Zelimkhan Huseynov Зелимхан Гусейнов

Personal information
- Full name: Zelimkhan Tezhdeivich Huseynov
- National team: Azerbaijan
- Born: July 13, 1981 (age 45) Khasavyurt, Dagestan ASSR, RSFSR, USSR
- Height: 174 cm (5 ft 9 in)
- Weight: 60 kg (132 lb)

Sport
- Country: Russia Azerbaijan
- Sport: Wrestling
- Event: Freestyle
- Club: Shamil Umakhanov WC (им.
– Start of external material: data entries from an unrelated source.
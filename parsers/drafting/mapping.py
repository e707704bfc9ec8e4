"""Which column holds which field: by its header's words, checked against what its cells hold.

A column is never mapped by its place. Where two columns could be the signal, none is taken.
"""

from __future__ import annotations

import re
from dataclasses import dataclass, field
from itertools import pairwise
from typing import TYPE_CHECKING

from parsers.drafting.drawing import scalar
from parsers.drafting.errors import DraftRefused
from parsers.drafting.headers import Header, take_apart
from parsers.drafting.moments import forms_of_date, forms_of_moment, forms_of_time
from parsers.drafting.named import find_named
from parsers.drafting.numerals import numberish
from parsers.drafting.vocabulary import (
    ADDITION,
    DILUTED_FROM,
    DILUTED_TO,
    ELEMENTS,
    EXCLUDED,
    NO,
    UNIT_COLUMN,
    USED,
    field_of,
    is_unit,
    measure,
    plain,
    role_of,
)
from parsers.drafting.wide import Wide, find_wide
from parsers.spelling import listed

if TYPE_CHECKING:
    from parsers.drafting.structure import Structure

#: A column is one of numbers if at least so many of its filled cells are written like one.
MOSTLY = 0.6
_BRACKETED = re.compile(r"\[\s*[0-9][0-9.,]*\s*\]")
_NUMBERED = re.compile(r"(?P<stem>.*?)[\s_.#-]*(?P<number>[0-9]{1,2})")
_REPLICATE_STEMS = (
    "r",
    "rep",
    "replicate",
    "reading",
    "repeat",
    "abs",
    "signal",
    "intensity",
    "wdh",
    "int",
    "absorbance",
)
#: Fields in the order in which a layout lists them.
_ORDER = (
    "position", "label", "role", "analyte", "channel", "signal", "signal_sd", "signal_rsd", "readings", "replicate",
    "nominal", "added", "spike_volume", "level", "aliquot", "made_up_to", "mass", "digest_volume", "predilution",
    "batch", "analyst", "instrument", "comment", "measured_at",
)  # fmt: skip
#: Fields of which a wide table has one for each analyte.
_OF_READINGS = ("signal", "signal_sd", "signal_rsd", "readings", "channel", "concentration")
_NUMERIC = frozenset(
    ("signal", "signal_sd", "signal_rsd", "readings", "replicate", "nominal", "added", "spike_volume", "aliquot",
     "made_up_to", "mass", "digest_volume", "position", "concentration")
)  # fmt: skip
_MEASURES = {
    "spike_volume": ("volume",), "aliquot": ("volume",), "made_up_to": ("volume",), "digest_volume": ("volume",),
    "mass": ("mass",), "added": ("concentration", ""), "nominal": ("concentration", ""),
    "concentration": ("concentration", ""),
}  # fmt: skip


@dataclass(slots=True)
class Mapping:
    """What the columns of an example are.

    Attributes
    ----------
    headers
        Every header taken apart.
    columns
        Field to indices of its columns.
    formats
        Forms of the time of measurement.
    doubts
        Field to what is uncertain about it.
    wide
        Columns that become rows, where the table is wide.
    left
        What is said about columns that are not read.
    additions
        Columns that may say what was added, and cannot be read as long as nobody says their unit.
    excluded
        Columns that say which readings do not count, with the words that say so.
    nameless
        The column of labels, where some rows have none and nothing says whether they are readings.
    downwards
        Whether every signal is negative.
    unit_at
        Field to the column that holds its unit, row by row.
    bracketed
        Whether the nominals stand in brackets in a column that holds results otherwise.
    """

    headers: list[Header]
    columns: dict[str, list[int]] = field(default_factory=dict)
    formats: list[str] = field(default_factory=list)
    doubts: dict[str, str] = field(default_factory=dict)
    wide: Wide | None = None
    left: list[str] = field(default_factory=list)
    additions: list[int] = field(default_factory=list)
    bracketed: bool = False
    unit_at: dict[str, int] = field(default_factory=dict)
    downwards: bool = False
    nameless: int | None = None
    excluded: dict[int, list[str]] = field(default_factory=dict)

    def at(self, field_name: str) -> int | None:
        """Return the first column of a field."""
        found = self.columns.get(field_name)
        return found[0] if found else None

    def lines(self, structure: Structure) -> dict[str, str]:
        """Return the value that a layout gives each mapped field."""
        return {name: self._value(name, structure) for name in _ORDER if name in self.columns}

    def _value(self, name: str, structure: Structure) -> str:
        names = [scalar(self.headers[at].written) for at in self.columns[name]]
        several = f"[{', '.join(names)}]" if len(names) > 1 else names[0]
        parts = {"from": several, **self._how(name, structure)}
        if len(parts) == 1:
            return several
        return f"{{{', '.join(f'{key}: {value}' for key, value in parts.items())}}}"

    def _how(self, name: str, structure: Structure) -> dict[str, str]:
        """Return the keys of a source beside its columns."""
        at, unit = self.columns[name][0], self.headers[self.columns[name][0]].unit
        parts: dict[str, str] = {}
        if name == "measured_at":
            parts["format"] = ", ".join(f"'{form}'" for form in self.formats)
        elif name == "role":
            words = {word: role_of(word) for word in dict.fromkeys(structure.column(at)) if role_of(word)}
            parts["map"] = f"{{{', '.join(f'{scalar(word)}: {role}' for word, role in words.items())}}}"
        elif name == "predilution" and len(self.columns[name]) > 1:
            parts["as"] = "ratio"
        elif name == "nominal" and self.bracketed:
            parts["pattern"] = r"'^\[(.+)\]$'"
        elif name == "signal" and self.downwards:
            parts["scale"] = "-1"
        if name in self.unit_at:
            parts["unit"] = f"{{from: {scalar(self.headers[self.unit_at[name]].written)}}}"
        elif unit and name in _MEASURES:
            parts["unit"] = "in cell" if structure.table == "pairs" else scalar(unit)
        several = len(self.columns[name]) > 1 and name not in ("measured_at", "predilution")
        if (several or name in self.unit_at) and any("" in structure.column(one) for one in self.columns[name]):
            parts["optional"] = "yes"
        return parts


def find_columns(structure: Structure) -> Mapping:
    """Make out the columns.

    Raises
    ------
    DraftRefused
        If no column names the vials, or none or several could be the signal.
    """
    below = structure.units or [""] * len(structure.headers)
    mapping = Mapping([take_apart(name, unit) for name, unit in zip(structure.headers, below, strict=True)])
    finder = _Finder(structure, mapping)
    finder.by_words()
    finder.symbols()
    finder.bracketed()
    finder.diluted()
    finder.additions()
    finder.label()
    finder.times()
    if "analyte" not in mapping.columns:
        mapping.wide = find_wide(mapping.headers, finder.taken(besides=_OF_READINGS), finder.is_numbers)
    if (
        mapping.wide is not None
        and mapping.wide.computed
        and len(mapping.wide.columns) == 1
        and "signal" in mapping.columns
    ):
        mapping.wide = None  # one analyte, whose result stands beside its signal
    if mapping.wide is None and "analyte" not in mapping.columns:
        mapping.wide = find_named(mapping.headers, finder.taken(), finder.is_numbers, structure.column)
    if mapping.wide is None:
        finder.signal()
        finder.sign()
    else:  # a mode or a channel may have a word of additions
        mapping.additions = [at for at in mapping.additions if at not in mapping.wide.columns]
    for name in _OF_READINGS if mapping.wide is not None else ():
        mapping.columns.pop(name, None)
    finder.excluded()
    finder.rising()
    return mapping
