def sent(what: Mail) -> EmailMessage:
    """The mail as it goes over the line, read back as a mail program reads it."""
    due = DueMail(
        id=1,
        message_id="<1@example>",
        subject=what.subject,
        body=what.body,
        created_at=ACCEPTED,
        first_due_at=ACCEPTED,
        recipients=("lead@example",),
        possible_repeat=False,
        attempts=0,
    )
    data = letter.compose(due, "bench@example", ["lead@example"], datetime(2026, 12, 1, 4, 30, 5, tzinfo=UTC))
    return email.message_from_bytes(data, policy=email.policy.default)  # type: ignore[return-value]


# -- failures ------------------------------------------------------------------------------------------------------


def test_a_single_failure() -> None:
    """One failing sample: its recovery and limits in the subject, and every section in its order."""
    (one,) = mails(evaluated(*batch(), *additions("SED-12"), *additions("RIV-17", recovery=0.61)))

    assert (one.kind, one.after_seconds) == ("fail", 0.0)
    assert one.subject == "FAIL RIV-17 Zn: recovery 61 % (limits 75 to 125)"
    told = sections(one.body)
    assert list(told) == [one.subject, *SECTIONS]
    assert told["DO"].startswith("Keep the vials: check the spike volume, the stock and losses in preparation;")
    assert told["HOLD"] == ("- Do not release RIV-17 Zn. - The rest of this export is not affected by it: 1 pass.")
    assert told["WHERE"] == "- RIV-17 Zn, position 12-15, lines 13-16 - analyst bench 2"
    assert told["WHY"] == "RIV-17 Zn: slope recovery 61 %: less of the added Zn is found than was added"
    assert told["NUMBERS"].startswith("- RIV-17 Zn: recovery 61 % (limits 75 to 125) - RIV-17 Zn: result 1.99 ± ")
    assert "export PL-0901.csv, revision 1, sha256 " in told["RECORD"]
    assert "results 2026-12/PL-0901.csv.r1.csv" in told["RECORD"]


def test_several_failures_make_one_mail() -> None:
    """Failures of several samples make one mail, which names the first and counts the rest, and tells of each."""
    failing = [line for n in (17, 18, 19) for line in additions(f"RIV-{n}", recovery=0.6)]
    (one,) = mails(evaluated(*batch(), *additions("SED-12"), *failing))

    assert one.subject == "FAIL RIV-17 Zn and 2 more: recovery 60 % (limits 75 to 125)"
    told = sections(one.body)
    assert told["HOLD"].startswith("- Do not release RIV-17 Zn, RIV-18 Zn")
    for sample in ("RIV-17", "RIV-18", "RIV-19"):
        assert f"{sample} Zn: slope recovery 60 %" in told["WHY"]
        assert f"then prepare {sample} again" in told["DO"]
    assert len(one.keys) == 3
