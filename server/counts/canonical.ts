import { createHash } from 'node:crypto'

function sorted(value: unknown): unknown {
  if (Array.isArray(value)) return value.map(sorted)
  if (value === null || typeof value !== 'object') return value
  return Object.fromEntries(
    Object.entries(value)
      .sort(([a], [b]) => (a < b ? -1 : a > b ? 1 : 0))
      .map(([k, v]) => [k, sorted(v)]),
  )
}

/** SHA-256 over the received item with sorted keys: the same entry sent again is told from another under its id. */
export const payloadHash = (item: unknown): string =>
  createHash('sha256')
    .update(JSON.stringify(sorted(item)))
    .digest('hex')
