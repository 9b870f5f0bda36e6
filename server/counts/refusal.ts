/** Why an entry was not taken in. Codes are fixed by the interface. */
export type RefusalCode =
  'invalid-operation' | 'unknown-bin' | 'out-of-scope' | 'key-reuse' | 'item-mismatch' | 'target-refused'

/** Thrown while judging one entry; the entry goes to quarantine, the rest of its batch goes on. */
export class Refusal extends Error {
  constructor(
    readonly code: RefusalCode,
    message: string,
    /** A person can mend it on the phone. */
    readonly fixable: boolean,
  ) {
    super(message)
  }
}

/** Thrown when an entry came before what it refers to, or in a version newer than this server. */
export class NotYet extends Error {
  constructor(
    readonly code: string,
    message: string,
  ) {
    super(message)
  }
}
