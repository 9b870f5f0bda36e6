import type { Bin } from '#shared/contracts/bins.ts'
import type { Snapshot } from '#shared/contracts/counts.ts'
import type { OutboxEntry } from '#shared/stored/outbox/index.ts'

/** Noon in UTC on a Tuesday; all factories stand around it. */
export const NOW = Date.UTC(2026, 11, 1, 12)
const iso = (ms: number): string => new Date(ms).toISOString()

export function aBin(id: string, more: Partial<Bin> = {}): Bin {
  return {
    id,
    code: `U7K2M4Q9`,
    display: 'U7K2-M4Q9',
    kind: 'counted',
    overflowOf: null,
    roomId: '1',
    roomName: 'Alder supply room',
    itemId: '30',
    item: {
      id: '30',
      code: 'I-30',
      name: 'Suction catheter 14 Ch',
      unitOfUse: 'each',
      countUnit: 'each',
      ved: 'E',
    },
    bay: 'A',
    shelf: '1',
    walkOrder: Number(id) * 10,
    capacity: 200,
    packSize: 25,
    orderUnit: 'box',
    onHand: 14,
    held: 0,
    onOrder: 0,
    arrived: 0,
    position: 14,
    lastCount: { quantity: 14, effectiveAt: iso(NOW - 2 * 86_400_000) },
    reorderPoint: 20,
    parLevel: 60,
    under: 6,
    states: ['below'],
    countEveryDays: 7,
    expectedOn: null,
    closed: null,
    gap: null,
    recordsDisagree: false,
    enteredReorderPoint: null,
    enteredPar: null,
    retired: false,
    ...more,
  }
}

export function aSnapshot(more: Partial<Snapshot> = {}): Snapshot {
  return {
    roomId: '1',
    version: 1,
    reset: true,
    bins: [aBin('1'), aBin('2'), aBin('3')],
    items: [
      {
        id: '30',
        code: 'I-30',
        name: 'Suction catheter 14 Ch',
        unitOfUse: 'each',
        countUnit: 'each',
        countNote: 'Count each. An opened box counts as what is in it.',
        ved: 'E',
        orderUnit: 'box',
        packSize: 25,
        lookalikes: [],
      },
    ],
    barcodes: [{ gtin: '09520123456788', itemId: '30', level: 'each' }],
    cautions: [],
    holds: [],
    policies: [{ binId: '1', reorderPoint: 20, parLevel: 60, meanPerDay: 2, variancePerDay: 3, input: null }],
    openLines: [
      { orderLineId: '70', orderNumber: 'T-31', binId: '1', units: 50, putAway: 0, expectedOn: '2026-12-03' },
    ],
    tombstones: [],
    authzVersion: 1,
    serverTime: iso(NOW),
    ...more,
  }
}

export function anEntry(
  seq: number,
  type: string,
  op: Record<string, unknown> = {},
  more: Partial<OutboxEntry> = {},
): OutboxEntry {
  const opId = `01936f3e-7a10-7000-8000-${String(seq).padStart(12, '0')}`
  return {
    schema: 1,
    opId,
    userId: '4',
    initials: 'M.O.',
    localSeq: seq,
    state: 'queued',
    op: { opId, type, v: 1, localSeq: seq, binId: '1', estTime: iso(NOW + seq), ...op },
    label: { roomId: '1', binId: '1', binDisplay: 'U7K2-M4Q9', itemName: 'Suction catheter 14 Ch', unit: 'each' },
    savedAt: NOW + seq,
    closedAt: null,
    faults: 0,
    batchLimit: 100,
    reply: null,
    replacedBy: null,
    discardReason: null,
    ...more,
  }
}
Шамиля Умаханова)

Medal record
Men's Freestyle wrestling
Representing Azerbaijan
World Championships
| Silver medal – second place | 2009 Herning | 60 kg |
| Bronze medal – third place | 2010 Moscow | 60 kg |
World Cup
| Gold medal – first place | 2011 Makhachkala | 60 kg |
| Gold medal – first place | 2009 Tehran | 60 kg |
| Bronze medal – third place | 2010 Moscow | 60 kg |
European Championships
| Gold medal – first place | 2009 Vilnius | 60 kg |
Golden Grand Prix Ivan Yarygin
| Bronze medal – third place | 2009 Krasnoyarsk | 60 kg |
Representing Russia
Russian Championships
| Gold medal – first place | 1999 Krasnoyarsk | 58 kg |
| Silver medal – second place | 2000 St.Petersburg | 58 kg |
Junior World Championships
| Bronze medal – third place | 2001 Tashkent | 60 kg |

= Zelimkhan Huseynov =

Azerbaijani wrestler

Zelimkhan Tezhdeivich Huseynov (Zəlimxan Hüseynov; Зелимхан Гусейнов; born July 13, 1981, in Dagestan) is a retired Russian and Azerbaijani freestyle wrestler of Chechen heritage who represented Azerbaijan in the Men's freestyle 60 kg at the 2008 Summer Olympics. In the 1/16 final he was beaten by Mavlet Batirov of Russia. After over two wins in the repechage rounds, he lost the bronze medal wrestling match to Iranian Morad Mohammadi.